A SENIOR partner at a Bradford firm of solicitors and his brother formed a fictitious agency to claim almost £600,000 in interpreter’s legal fees, a jury has heard.

Mohammed Ayub, 55, his brother Mohammed Riaz, 48, and Chambers Solicitors employee Neil Frew, 48, are on trial at Sheffield Crown Court on a charge of conspiracy to defraud.

It is alleged that between September 2010 and October 2014 they conspired together to create a “sham company” – known as Legal Support Services (LSS) – to claim the money in expenses from the Legal Aid Agency (LAA), a government body that administers the legal aid system.

It is said they were involved in the claiming of disbursement payments for an agency for the provision of interpreters to Chambers Solicitors for Immigration and Asylum contract work, when in reality, no such agency existed or was used.

All three defendants deny the charge.

Prosecutor Simon Kealey told the court that Ayub, of Aireville Drive, Shipley, was principal solicitor, and Frew, of Hoyle Court Drive, Baildon, immigration manager and a partner at the firm, which received a contract from the LAA for immigration work in October 2010.

Disbursements, such as payment for interpreters, were not included in the fixed fees in the contract, and claimed as out-of-pocket expenses.

Mr Kealey said that almost £600,000 had been paid into LSS accounts over a four-year period, but the company had no records of ever paying any corporation tax, VAT, or utility bills.

He said the postal address for LSS was listed as Fulton Street, situated at the back of Chambers premises in Grattan Road in Bradford city centre.

In October 2011, Bella-Marie Jackson, a contract manager for the LAA, was said to have met Ayub in Bradford as part of an auditing process.

Mr Kealey said she noticed an invoice from LSS with the same address as the Chambers office, and no company registration details or VAT number.

After she reported her concerns, a review by the LAA’s counter-fraud team got under way.

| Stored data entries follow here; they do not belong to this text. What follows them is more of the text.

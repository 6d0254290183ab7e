package dev.countercheck.report;

import dev.countercheck.review.CheckResult;
import dev.countercheck.review.CheckStatus;
import dev.countercheck.review.PileCapDrawing;
import dev.countercheck.review.ElementReview;
import dev.countercheck.review.Finding;

import java.util.ArrayList;
import java.util.List;
import java.util.Map;
import java.util.stream.IntStream;

/**
 * What an element's drawings mark as failing: one tag ({@code F1}, {@code F2}, …) per failing
 * check, in check order, and the item of the drawing it belongs to. Which item a check concerns is
 * a fixed table here; a failing check with no place on the drawing still gets its tag, listed as
 * "not drawn" under the drawing.
 *
 * <p>The overloaded piles are those whose largest reaction (given by the reviewer) exceeds the
 * piles' compression resistance; the most heavily loaded piles are those whose reaction equals the
 * largest. Both are comparisons of given numbers, not engineering.
 */
final class DrawingMarks {

    /** The items a failing check can mark. */
    enum Item {
        OVERLOADED_PILES("piles whose reaction exceeds their compression resistance"),
        MOST_LOADED_PILES("the most heavily loaded piles"),
        BARS_X("bottom bars parallel to x"),
        BARS_Y("bottom bars parallel to y"),
        SHEAR_X("shear sections across x"),
        SHEAR_Y("shear sections across y"),
        COLUMN("the column and its face"),
        PERIMETER("the basic control perimeter"),
        COVER("the covers in the section"),
        NOT_DRAWN("not drawn");

        private final String description;

        Item(String description) {
            this.description = description;
        }

        String description() {
            return description;
        }
    }

    private static final Map<String, Item> ITEM_OF_CHECK = Map.ofEntries(
            Map.entry("pile-reactions", Item.OVERLOADED_PILES),
            Map.entry("node-pile", Item.MOST_LOADED_PILES),
            Map.entry("tie-x", Item.BARS_X), Map.entry("min-steel-x", Item.BARS_X),
            Map.entry("bar-spacing-x", Item.BARS_X), Map.entry("anchorage-x", Item.BARS_X),
            Map.entry("tie-y", Item.BARS_Y), Map.entry("min-steel-y", Item.BARS_Y),
            Map.entry("bar-spacing-y", Item.BARS_Y), Map.entry("anchorage-y", Item.BARS_Y),
            Map.entry("shear-x", Item.SHEAR_X), Map.entry("shear-y", Item.SHEAR_Y),
            Map.entry("punching-face", Item.COLUMN), Map.entry("node-column", Item.COLUMN),
            Map.entry("anchorage-starters", Item.COLUMN),
            Map.entry("punching-perimeter", Item.PERIMETER),
            Map.entry("cover", Item.COVER));

    /**
     * One failing check and what it marks.
     *
     * @param piles the 0-based piles it marks (empty unless the item is a set of piles)
     */
    record Mark(String tag, String checkId, String checkTitle, Item item, List<Integer> piles,
                List<String> findingIds) {
    }

    private final List<Mark> marks;

    private DrawingMarks(List<Mark> marks) {
        this.marks = List.copyOf(marks);
    }

    static DrawingMarks of(ElementReview element, PileCapDrawing drawing) {
        List<Mark> marks = new ArrayList<>();
        for (CheckResult check : element.checks()) {
            if (check.status() != CheckStatus.FAIL) {
                continue;
            }
            Item item = ITEM_OF_CHECK.getOrDefault(check.id(), Item.NOT_DRAWN);
            List<Integer> piles = switch (item) {
                case OVERLOADED_PILES -> piles(drawing, drawing.cap().piles().compressionKn(), false);
                case MOST_LOADED_PILES -> piles(drawing, largest(drawing), true);
                default -> List.of();
            };
            if ((item == Item.OVERLOADED_PILES || item == Item.MOST_LOADED_PILES) && piles.isEmpty()) {
                item = Item.NOT_DRAWN;
            }
            List<String> findings = element.findings().stream().filter(f -> f.check().equals(check.id()))
                    .map(Finding::id).toList();
            marks.add(new Mark("F" + (marks.size() + 1), check.id(), check.title(), item, piles, findings));
        }
        return new DrawingMarks(marks);
    }

    private static double largest(PileCapDrawing drawing) {
        return drawing.pileReactionsKn().stream().mapToDouble(Double::doubleValue).max().orElse(0);
    }

    /** Piles whose reaction exceeds {@code limitKn} (or equals it, when {@code orEqual}). */
    private static List<Integer> piles(PileCapDrawing drawing, double limitKn, boolean orEqual) {
        List<Double> reactions = drawing.pileReactionsKn();
        return IntStream.range(0, reactions.size())
                .filter(i -> reactions.get(i) > limitKn || (orEqual && reactions.get(i) == limitKn))
                .boxed().toList();
    }

    List<Mark> all() {
        return marks;
    }

    /** The tags of the failing checks that mark {@code item}, e.g. "F1 F3"; empty when none. */
    String tags(Item item) {
        return String.join(" ", marks.stream().filter(m -> m.item() == item).map(Mark::tag).toList());
    }

    /** The tags that mark pile {@code index} (0-based). */
    String pileTags(int index) {
        return String.join(" ", marks.stream().filter(m -> m.piles().contains(index)).map(Mark::tag).toList());
    }
}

From a random selection of files, 27 of the 46 cases contained claims for interpreters’ fees, but there were no details of how the interpreters were contacted or appointments made.

When Nina Willis, of the LAA counter fraud team, tried ringing Riaz, of Southfield Square, Manningham, said to be the owner of LSS, for details of the interpreters used, he failed to respond via phone, post, or e-mail.

Mr Kealey said some of the interpreters were then traced and spoken to by police in 2014.

He said none had ever heard of LSS, and said their work was arranged and paid for by Chambers directly.

Mr Kealey said: “It became clear that LSS invoices submitted to the LAA had been significantly inflated.”

He said that an invoice for one interpreter for £16.20 in February 2011 had been submitted by LSS for £99.

The interpreter said he had never heard of LSS or worked for them, and did not know Riaz.

Mr Kealey said that immigration case workers employed by Chambers also said they had never heard of LSS, saying that they booked interpreters directly at a standard rate of £20 per hour, with one stating she had been told by Frew that invoices should be sent to Ayub for payment.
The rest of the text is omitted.